Dr. Klenck told me was not surprised by the big changes I have made since I began recognizing my overuse of the word “anxiety”. She told me self-talk is everything with anxiety and depression, and in life.
“Our dialogue that we have with ourselves about what we are experiencing, sometimes that can be a trigger for someone that has dealt with anxiety. If you find yourself saying, ‘Oh gosh I am so anxious.’ That does make your body respond even more to that feeling and that kind of perpetuates it,” Dr. Klenck explained.
She went on to say, “Breaking [anxiety] down in bite-size pieces makes it a lot more manageable. Because then you know the next step you are going to take and that isn’t overwhelming.”
I learned that breaking it down was exactly what I had been putting into action. It is as simple as just acknowledging the truest emotion I am experiencing and what I am going to do with that feeling.
She says the words we choose really do go a long way.

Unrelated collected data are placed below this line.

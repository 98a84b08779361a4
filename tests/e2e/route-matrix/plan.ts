// Role × route entries for the plan (issue 6, item 1). Bodies are valid so the answer speaks of the role.
import { missingId, type Entry } from '../../support/route-matrix'

export const entries: Record<string, Entry> = {
  'GET /api/plan': { access: ['admin', 'coach', 'auditor'] },
  'GET /api/plan.csv': { access: ['admin', 'coach', 'auditor'] },
  'PUT /api/plan/[learnerId]/[jobId]': { access: ['admin', 'coach'], path: () => `/api/plan/${missingId()}/${missingId()}`, body: () => ({ targetDate: '2026-12-24', reason: 'turnover', note: '' }) },
  'DELETE /api/plan/[learnerId]/[jobId]': { access: ['admin', 'coach'], path: () => `/api/plan/${missingId()}/${missingId()}` },
}
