def riccati(
    h: _Vector,
    kappa: _Vector,
    c: _Vector,
    out: _Vector,
    a: float,
    d: float,
    forced: bool,
    quantity: float,
    /,
) -> float:
    """The linear-quadratic recursion of the exact path; returns the final inventory.

    Writes the trades into ``out``; returns NaN (and leaves ``out`` as it was) when some
    ``kappa`` is not positive. See ``riccati`` in ``tracker/core/_kernel.c``.

    Raises:
        ValueError: A vector is not contiguous float64 of the common length, or it is empty.
    """
    a, d, quantity, forced = _c_double(a), _c_double(d), _c_double(quantity), bool(forced)
    fixed = _vector(h, -1, False, "h")
    n = fixed.shape[0]
    gains = _vector(kappa, n, False, "kappa").tolist()
    risk = _vector(c, n, False, "c").tolist()
    trades = _vector(out, n, True, "out")
    if n < 1:
        raise ValueError("need at least one bin")
    if not all(value > 0.0 for value in gains):
        return math.nan
    fixed_list = fixed.tolist()
    last = n - 1 if forced else n
    gain = [0.0] * n
    offset = [0.0] * n
    # Backward pass: q_{n+1} = gain_n q_n + offset_n.
    for j in range(last - 1, -1, -1):
        s = gains[j] + risk[j] + a
        r = fixed_list[j] - d
        if s != 0.0:
            gain[j] = gains[j] / s
            offset[j] = 0.5 * r / s
            a = gains[j] - gains[j] * gains[j] / s
            d = fixed_list[j] - gains[j] * r / s
        else:
            gain[j] = _divide(gains[j], s)
            offset[j] = _divide(0.5 * r, s)
            a = gains[j] - _divide(gains[j] * gains[j], s)
            d = fixed_list[j] - _divide(gains[j] * r, s)
    q = quantity
    shares = [0.0] * n
    for j in range(last):
        q_next = gain[j] * q + offset[j]
        shares[j] = q - q_next
        q = q_next
    if forced:
        shares[n - 1] = q
        q = 0.0
    trades[:] = shares
    return q
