__all__ = ["FORMAT", "VERSION", "MAX_SPEC_BYTES", "load_spec", "catalogue_tasks", "task_key",
           "build_task_model", "CLUSTER_FAMILIES", "OWN_SITE_FAMILIES"]

FORMAT = "symcluster-catalogue"
VERSION = 1
#: Largest spec file read (bytes).
MAX_SPEC_BYTES = 1_000_000
#: Largest ``atlas`` size: networkx's atlas holds the graphs of up to 7 nodes.
MAX_ATLAS_SITES = 7
#: Most tasks one spec may expand to (a typo such as sizes = [3, 400] is caught early).
MAX_TASKS = 200_000

#: families that put a model on each cluster of the spec
CLUSTER_FAMILIES = ("hubbard", "t_j", "heisenberg")
#: families that build their own sites (``size``: bath sites or orbitals); no cluster
OWN_SITE_FAMILIES = ("anderson", "kanamori")

_DOC = "docs/catalogues.md"
_TOP_KEYS = ("format", "version", "name", "fillings", "reports", "digits", "point",
             "eigenvectors", "clusters", "models", "report_options", "results")
_CLUSTER_KEYS = ("list", "files", "atlas", "product")
_MODEL_KEYS = ("family", "size", "field", "hold", "file")


def _fail(source, text):
    raise InputError(f"{source}: {text}")


def _keys(table, allowed, where, source):
    if not isinstance(table, dict):
        _fail(source, f"{where} must be a table; see {_DOC}")
    extra = sorted(set(table) - set(allowed))
    if extra:
        _fail(source, f"unknown key {extra[0]!r} in {where}; allowed keys are "
                      + ", ".join(allowed))


def _whole(value, what, source, lo=0, hi=10 ** 6):
    if type(value) is not int or not lo <= value <= hi:
        _fail(source, f"{what} = {value!r} is not a whole number from {lo} to {hi}")
    return value


def _exact_text(value, what, source):
    """An exact number from a TOML integer or string, as text ``p`` or ``p/q``."""
    if type(value) is int:
        return str(value)
    if isinstance(value, float):
        _fail(source, f"{what} = {value!r} is a binary float; write it as a string such "
                      f"as \"{value}\" or \"1/2\" so that it stays exact")
    if not isinstance(value, str):
        _fail(source, f"{what} = {value!r} is not a number; write e.g. 4 or \"1/2\"")
    r = parse_number(value, f"{source}: {what}")
    return str(r.p) if r.q == 1 else f"{r.p}/{r.q}"


def _shape_cluster(words, source):
    """A cluster from ``["ring", 4]`` (a built-in shape and its sizes)."""
    if not isinstance(words, list) or not words or not isinstance(words[0], str):
        _fail(source, f"cluster {words!r} is not a shape with sizes such as [\"ring\", 4]")
    shape, sizes = words[0].lower(), words[1:]
    if shape not in BUILTIN_SHAPES:
        _fail(source, f"unknown shape {words[0]!r}; choose one of " + ", ".join(BUILTIN_SHAPES))
    fn, n_args = BUILTIN_SHAPES[shape]
    if len(sizes) != n_args:
        _fail(source, f"shape {shape!r} takes {n_args} size(s), got {len(sizes)} in {words!r}")
    for s in sizes:
        _whole(s, f"size of {shape}", source, 1, 10 ** 4)
    try:
        if shape == "pgrid":
            return grid(sizes[0], sizes[1], periodic=True)
        return fn(*sizes)
    except SymclusterError as exc:
        _fail(source, f"{words!r}: {exc}")


def _atlas_clusters(min_sites, max_sites, source):
    """Every connected graph with min_sites .. max_sites sites, in the atlas's order."""
    try:
        import networkx as nx
        from networkx.generators.atlas import graph_atlas_g
    except ImportError:
        _fail(source, "atlas needs networkx; install it (pip install networkx) or list the "
                      "clusters instead")
    out = []
    for index, g in enumerate(graph_atlas_g()):
        n = g.number_of_nodes()
        if not min_sites <= n <= max_sites or not nx.is_connected(g):
            continue
        bonds = sorted((min(i, j), max(i, j)) for i, j in g.edges())
        out.append(make_cluster(n, bonds, name=f"atlas G{index}"))
    return out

“Knowing the difference between I’m overwhelmed in this moment and the next moment I am okay, versus I am really in a high anxiety state. Those are very different feelings, and being more specific about it does validate the person that is going through a hard anxiety time versus someone having a bad moment.”
I asked Dr. Klenck if we also needed to be more careful in how we use the word “anxiety” not only with our own self-talk but also when discussing mental health.
Her answer was a big yes. She said people are feeling validated and minimized by the word being used flippantly. She says we are making progress, but have a long way to go in good education of mental health.
Dr. Klenck confirmed my experience and helped me open my eyes to a subject that needs so much more attention.
I personally think that education starts with each of us, in assessing and acknowledging our own states of mental health.
I also believe we have to continuously evaluate our feelings, learn to not generalize what we are going through by getting super-specific with our emotions.
I share my experience around my anxiety because it has truly been life-changing for me to step back from the overuse of this word. I have found tremendous growth in dissecting my feelings instead of throwing a label on it without really thinking it through.
Most importantly, I do not ever want to water down and overuse a word that will diminish anyone’s experience or my own experience with anxiety.
It is important to understand it’s healthy to have some negative feelings. Our goal is not to avoid feeling anxious or worried or overwhelmed. It is healthy to learn to work through hard moments when they come.
It’s important to have a healthy self-talk narrative that gives us the ability to manage our lives in a way that we live with more joy and love than pain and hurt.